(Dataset entries)
^^^^^^^^^^^^^^^^

"""Monte Carlo statistics of the integrated output, streamed run by run."""

from __future__ import annotations

from collections.abc import Callable
from dataclasses import dataclass, replace
from typing import TYPE_CHECKING, Any

import numpy as np
import numpy.typing as npt

from .. import validate
from ..errors import AnalysisError
from ._simulator import SimulationOptions, Simulator, _seed, record_rate, samples_for

if TYPE_CHECKING:  # pragma: no cover
    from ..model import NoiseModel

_FloatArray = npt.NDArray[np.float64]


@dataclass(frozen=True)
class EnsembleStatistics:
    """Across-run statistics of the integrated output (angle [rad], velocity [m/s]).

    Attributes
    ----------
    time : ndarray, shape (k,)
        Instants t_i [s] (multiples of the sample period).
    mean : ndarray, shape (k, n_channels)
        Ensemble mean of the integrated output ∫₀^t y dt at each instant [u·s].
    variance : ndarray, shape (k, n_channels)
        Unbiased ensemble variance (divisor runs − 1) [u²·s²].
    runs : int
    channel_ids : list of str
    seed : int
    """

    time: _FloatArray
    mean: _FloatArray
    variance: _FloatArray
    runs: int
    channel_ids: list[str]
    seed: int


def ensemble_statistics(
    model: NoiseModel,
    duration: float,
    rate: float | None = None,
    *,
    runs: int,
    seed: int | None = None,
    times: npt.ArrayLike | None = None,
    progress: Callable[[int], None] | None = None,
    **options: Any,
) -> EnsembleStatistics:
    """Monte Carlo: the ensemble mean and variance of the integrated output at given instants.

    Each run is streamed (constant memory); the integrated output θ(t_k) = Σ_{j<k} Δ_j of the
    increments Δ_j is sampled at the requested instants and accumulated across runs (Welford).
    Compare the variance with the propagated covariance of the variance equation
    (:func:`sensormodel.linear.propagate` of the realization augmented with an integrator); a
    quantization term adds var(e_k − e_0) = 2Q² at every instant.

    Parameters
    ----------
    model : NoiseModel
        The noise model.
    duration : float
        Length of each run [s].
    runs : int
        Number of independent runs (≥ 2).
    rate, seed
        As for :func:`simulate` (``seed`` is the ensemble's: run r is the record of
        :func:`simulate` with ``run=r``).
    times : array_like, optional
        Instants [s] in (0, duration], rounded to whole samples; default 40 instants spaced
        logarithmically from one sample period to ``duration``.
    progress : callable, optional
        Called with the number of samples generated after each chunk.
    **options
        :class:`SimulationOptions` by name (``flicker``, ``channels``, ``max_taps``,
        ``threads``; each run is simulated as increments, with its own ``run``).

    Returns
    -------
    EnsembleStatistics
    """
    runs = validate.whole_number(runs, "runs", minimum=2)
    seed = _seed(seed)
    opts = SimulationOptions(**options)
    sel = opts.select(model)
    r = record_rate(sel, rate)
    duration = float(duration)
    n = samples_for(duration, r)
    if times is None:
        idx = np.unique(np.round(np.geomspace(1.0, n, 40)).astype(np.int64))
    else:
        t = np.asarray(times, dtype=float).ravel()
        if t.size == 0 or not np.all(np.isfinite(t)) or np.any(t <= 0) or np.any(t > duration):
            raise AnalysisError("times outside (0, duration]", "instants within the run, in s")
        idx = np.unique(np.clip(np.round(t * r).astype(np.int64), 1, n))
    k = len(sel.channels)
    mean = np.zeros((idx.size, k))
    m2 = np.zeros((idx.size, k))
    for run in range(runs):
        sim = Simulator(model, r, seed=seed, options=replace(opts, run=run, increments=True))
        theta = np.zeros(k)
        start = 0
        values = np.empty((idx.size, k))
        for block in sim.chunks(int(idx[-1])):
            cum = np.cumsum(block, axis=0) + theta
            stop = start + block.shape[0]
            sel_i = (idx > start) & (idx <= stop)
            values[sel_i] = cum[idx[sel_i] - start - 1]
            theta = cum[-1]
            start = stop
            if progress is not None:
                progress(block.shape[0])
        delta = values - mean
        mean += delta / (run + 1)
        m2 += delta * (values - mean)
    return EnsembleStatistics(
        time=idx / r,
        mean=mean,
        variance=m2 / (runs - 1),
        runs=runs,
        channel_ids=[c.id for c in sel.channels],
        seed=seed,
    )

^^^^^^^^^^^^^^^^

In the records above, the line with "for block in" marks the start and the line with "mean += delta / (run + 1)" marks the end; copy that stretch exactly, both lines included, and nothing else.

        for block in sim.chunks(int(idx[-1])):
            cum = np.cumsum(block, axis=0) + theta
            stop = start + block.shape[0]
            sel_i = (idx > start) & (idx <= stop)
            values[sel_i] = cum[idx[sel_i] - start - 1]
            theta = cum[-1]
            start = stop
            if progress is not None:
                progress(block.shape[0])
        delta = values - mean
        mean += delta / (run + 1)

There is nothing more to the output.